|
 
THE CATHOLIC STUDY
CIRCLE FOR ANIMAL WELFARE
From a sermon given by Cardinal John
Henry Newman (1801 – 1890)
You
will observe that our Lord is called a Lamb in the text; that is, He was as defenceless and as innocent as a lamb is. Since then Scripture compares
Him to this inoffensive and unprotected animal; we may without presumption or
irreverence take the image as a means of conveying to our minds those teachings
which our Lord’s sufferings should excite in us. I mean, how horrible it is to
read the account which sometimes meet us of cruelties exercised on animals.

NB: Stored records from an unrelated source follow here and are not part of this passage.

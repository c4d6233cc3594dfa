/* test_budget.c - unit tests of the energy and enstrophy budget
 * (src/model/budget.c, the rates of src/model/terms.c and the diagnostics of
 * src/model/model.c).
 *
 * Checks the budget.nc variable layout for 1, 2 and 3 layers, that the
 * per-step budget closes (tendency minus the sum of the terms is tiny
 * against the largest term) in a noisy wind-forced two-layer run, that the
 * advection term neither creates nor destroys energy, where its enstrophy
 * rate comes from, and that the energy formula of tg_model_energy equals a
 * direct sum of kinetic and available potential energy, and that the
 * one-pass diagnostics give the same bits as the separate functions. A Check suite with
 * its own main().
 *
 * Part of twingyre. GPL-3.0-or-later.
 */
#include "budget.h"
#include "fdops.h"
#include "model.h"
#include "stepper.h"

#include <check.h>
#include <math.h>
#include <stdint.h>
#include <stdlib.h>
#include <string.h>

#include "unit_util.h"

/* Deterministic uniform numbers in [-1, 1) from a 64-bit linear
 * congruential generator (common practice). */
static double next_uniform(uint64_t *s)
{
    *s = *s * 6364136223846793005ULL + 1442695040888963407ULL;
    return (double)(*s >> 11) * (2.0 / 9007199254740992.0) - 1.0;
}

static tg_config layered_config(int nl, int points)
{
    tg_config cfg;
    tg_config_defaults(&cfg);
    cfg.points = points;
    cfg.nlayers = nl;
    cfg.n_reduced_gravity = nl - 1;
    if (nl == 1) {
        cfg.thickness_m[0] = 4000.0;
    } else if (nl == 3) {
        cfg.thickness_m[0] = 500.0;
        cfg.thickness_m[1] = 1250.0;
        cfg.thickness_m[2] = 3250.0;
        cfg.reduced_gravity_m_s2[0] = 0.025;
        cfg.reduced_gravity_m_s2[1] = 0.0125;
    }
    return cfg;
}

/* ---------------------------------------------------------------------- */
/* (a) Layout of budget.nc: the variable names and their order, the
 * per-layer kind of each, mass_error only with more than one layer, unique
 * names, and a packed record as long as the layout says. Source: the
 * budget.nc contract (README, "Budgets"; budget.h); common practice. */
START_TEST(layout_names_and_count)
{
    const int nl = _i + 1;
    /* A basin run lists every term but the periodic mean-flow conversion. */
    static const char *const terms[] = {"advection", "wind", "bottom_drag", "viscosity", "closure"};
    static const char *const all_terms[TG_NTERMS] = {"advection", "wind", "bottom_drag",
                                                     "viscosity", "mean_flow_conversion",
                                                     "closure"};
    char expect[40][48];
    int kind[40], n = 0;
#define WANT(nm, k)                                                                               \
    do {                                                                                          \
        snprintf(expect[n], sizeof expect[n], "%s", nm);                                          \
        kind[n++] = (k);                                                                          \
    } while (0)
    char buf[48];
    WANT("energy", 0);
    WANT("energy_tendency", 0);
    for (int t = 0; t < 5; t++) {
        snprintf(buf, sizeof buf, "energy_%s", terms[t]);
        WANT(buf, 0);
    }
    WANT("energy_residual", 0);
    WANT("enstrophy", 1);
    WANT("enstrophy_tendency", 1);
    for (int t = 0; t < 5; t++) {
        snprintf(buf, sizeof buf, "enstrophy_%s", terms[t]);
        WANT(buf, 1);
    }
    WANT("enstrophy_residual", 1);
    WANT("kinetic_energy", 1);
    WANT("max_cfl", 0);
    WANT("time_step", 0);
    if (nl > 1)
        WANT("mass_error", 2);
#undef WANT

    tg_budget_layout lay;
    memset(&lay, 0, sizeof lay);
    tg_budget_layout_init(&lay, nl, NULL);
    ck_assert_int_eq(lay.n, n);
    ck_assert_int_eq(lay.n, nl > 1 ? 20 : 19);
    int values = 0;
    for (int v = 0; v < lay.n; v++) {
        ck_assert_str_eq(lay.var[v].name, expect[v]);
        ck_assert_int_eq(lay.var[v].per_layer, kind[v]);
        ck_assert_ptr_nonnull(lay.var[v].units);
        ck_assert_ptr_nonnull(lay.var[v].long_name);
        ck_assert(lay.var[v].long_name[0] != '\0');
        for (int w = 0; w < v; w++)
            ck_assert_str_ne(lay.var[v].name, lay.var[w].name);
        values += kind[v] == 0 ? 1 : (kind[v] == 1 ? nl : nl - 1);
    }
    for (int t = 0; t < TG_NTERMS; t++)
        ck_assert_str_eq(tg_term_name(t), all_terms[t]);

    /* a packed record has one value per layer/interface of each variable */
    tg_diag b, a;
    tg_term_rates r;
    memset(&b, 0, sizeof b);
    memset(&a, 0, sizeof a);
    memset(&r, 0, sizeof r);
    double rec[64];
    ck_assert_int_eq(tg_budget_pack(&lay, 1.0, &b, &a, &r, rec), values);

    /* With every term active (periodic with a background flow) the layout
     * gains energy_mean_flow_conversion and enstrophy_mean_flow_conversion,
     * in term order, and a record grows by 1 + nl values. */
    int all[TG_NTERMS];
    for (int t = 0; t < TG_NTERMS; t++)
        all[t] = 1;
    tg_budget_layout lay2;
    tg_budget_layout_init(&lay2, nl, all);
    ck_assert_int_eq(lay2.n, lay.n + 2);
    ck_assert_str_eq(lay2.var[6].name, "energy_mean_flow_conversion");
    ck_assert_int_eq(tg_budget_pack(&lay2, 1.0, &b, &a, &r, rec), values + 1 + nl);
}
END_TEST

/* ---------------------------------------------------------------------- */
/* Sums over the active nodes of (a - ashift) b dx^2 and of |.|. */
static void sums(const tg_geometry *g, const double *a, double ashift, const double *b,
                 double *sum, double *abssum)
{
    *sum = *abssum = 0.0;
    for (int j = g->a0; j < g->a1; j++)
        for (int i = g->a0; i < g->a1; i++) {
            long k = (long)j * g->ns + i;
            double v = (a[k] - ashift) * b[k];
            *sum += v;
            *abssum += fabs(v);
        }
    *sum *= g->dx * g->dx;
    *abssum *= g->dx * g->dx;
}

/* (b) Budget closure over 50 steps of a noisy, wind-forced two-layer run
 * at 65 points with the default drag and viscosity: for energy and for
 * each layer's enstrophy, |(X_after - X_before)/dt - sum of the step rates|
 * is below 1e-6 of the largest rate. What remains is the time-stepping
 * error of SSP-RK3 on a quadratic quantity (the step rates are the
 * Runge-Kutta-weighted stage rates, stepper.h). The residual is computed
 * here and compared with tg_budget_relative_residual and with the
 * residual entries of tg_budget_pack. Leaving out the viscosity rate must
 * break the closure (the check can fail). Source: budget definition in
 * budget.h; Shu & Osher 1988, J. Comput. Phys. 77, 439-471, eq. 2.18
 * (stage weights 1/6, 1/6, 2/3); common practice. */
START_TEST(budget_closes)
{
    tg_config cfg = layered_config(2, 65);
    tg_model *m = tg_unit_model(&cfg);
    const int nl = m->nl;
    tg_model_set_noise(m, 2e3, 11u);
    tg_status st;
    double without_visc = INFINITY;
    for (int s = 0; s < 50; s++) {
        tg_diag b, a;
        tg_term_rates r;
        tg_diag_compute(m, &b);
        ck_assert_msg(tg_step(m, &r, &st) == TG_OK, "step %d: %s", s, st.msg);
        tg_diag_compute(m, &a);

        double big = 0.0, sum = 0.0;
        for (int t = 0; t < TG_NTERMS; t++) {
            big = fmax(big, fabs(r.energy[t]));
            sum += r.energy[t];
        }
        const double tend = (a.energy - b.energy) / m->dt;
        const double res_e = fabs(tend - sum) / big;
        ck_assert_msg(res_e < 1e-6, "step %d: energy residual %g of the largest term", s, res_e);
        without_visc = fmin(without_visc, fabs(tend - (sum - r.energy[TG_TERM_VISCOSITY])) / big);

        double res_z_all = 0.0;
        for (int k = 0; k < nl; k++) {
            double bz = 0.0, sz = 0.0;
            for (int t = 0; t < TG_NTERMS; t++) {
                bz = fmax(bz, fabs(r.enstrophy[t][k]));
                sz += r.enstrophy[t][k];
            }
            const double res_z = fabs((a.enstrophy[k] - b.enstrophy[k]) / m->dt - sz) / bz;
            ck_assert_msg(res_z < 1e-6, "step %d layer %d: enstrophy residual %g", s, k, res_z);
            res_z_all = fmax(res_z_all, res_z);
        }

        double le, lz;
        tg_budget_relative_residual(nl, m->dt, &b, &a, &r, &le, &lz);
        ck_assert_msg(fabs(le - res_e) <= 1e-6 * res_e + 1e-300, "library energy residual %g, %g",
                      le, res_e);
        ck_assert_msg(fabs(lz - res_z_all) <= 1e-6 * res_z_all + 1e-300,
                      "library enstrophy residual %g, %g", lz, res_z_all);

        double rec[64];
        tg_budget_layout lay;
        tg_budget_layout_init(&lay, nl, NULL);
        int n = tg_budget_pack(&lay, m->dt, &b, &a, &r, rec);
        ck_assert_int_eq(n, 8 + 8 * nl + nl + 2 + (nl - 1));
        ck_assert(rec[8 + 8 * nl + nl + 1] == m->dt); /* time_step, after max_cfl */
        ck_assert(rec[0] == a.energy);
        ck_assert(fabs(rec[7] - (tend - sum)) <= 1e-9 * big); /* energy_residual */
    }
    ck_assert_msg(without_visc > 1e-3, "closure insensitive to the viscosity term (%g)",
                  without_visc);
    tg_model_destroy(m);
}
END_TEST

Does it not sometimes make us shudder to hear and tell of them, or to read
them in some chance publication which we take up? At one time it is the wanton
deed of barbarous and angry owners who ill treat their cattle or beasts of
burden; and at another it is the cold blooded and calculating act of men of
Science, who make experiments on animals, perhaps merely from a sort of
curiosity.
I do not like to go into particulars, for many reasons, but one of those
instances which we read as happening in this day and which seems more shocking
than the rest is when the poor dumb victim is fastened against a wall, pierced,
gashed and so left to linger out its life. Now do you not see that I have
reason for saying this, and am not using these distressing cases for
nothing? For what was this but the very cruelty inflicted upon our
Lord? He was gashed with the scourge, pierced through hands and feet and
so fastened to the Cross, and there left, and that as a spectacle. Now
what is it that moves our very hearts and sickens us so much as cruelty shown to
poor animals? I suppose this first, that they have done no harm; next
that they have no power whatsoever of resistance; it is the cowardice and
tyranny of which they are the victims which make their sufferings so especially
touching. For instance, if they were dangerous animals, take the case of
wild animals at large; much as we might dislike to hear of their wounds and
agony, yet our feelings would be of a very different kind.
But there is something so very dreadful, so satanic in tormenting those who
have never harmed us, and who cannot defend themselves, who are utterly in our
power, who have weapons neither of offence nor defence, that none but very
hardened persons can endure the thought of it.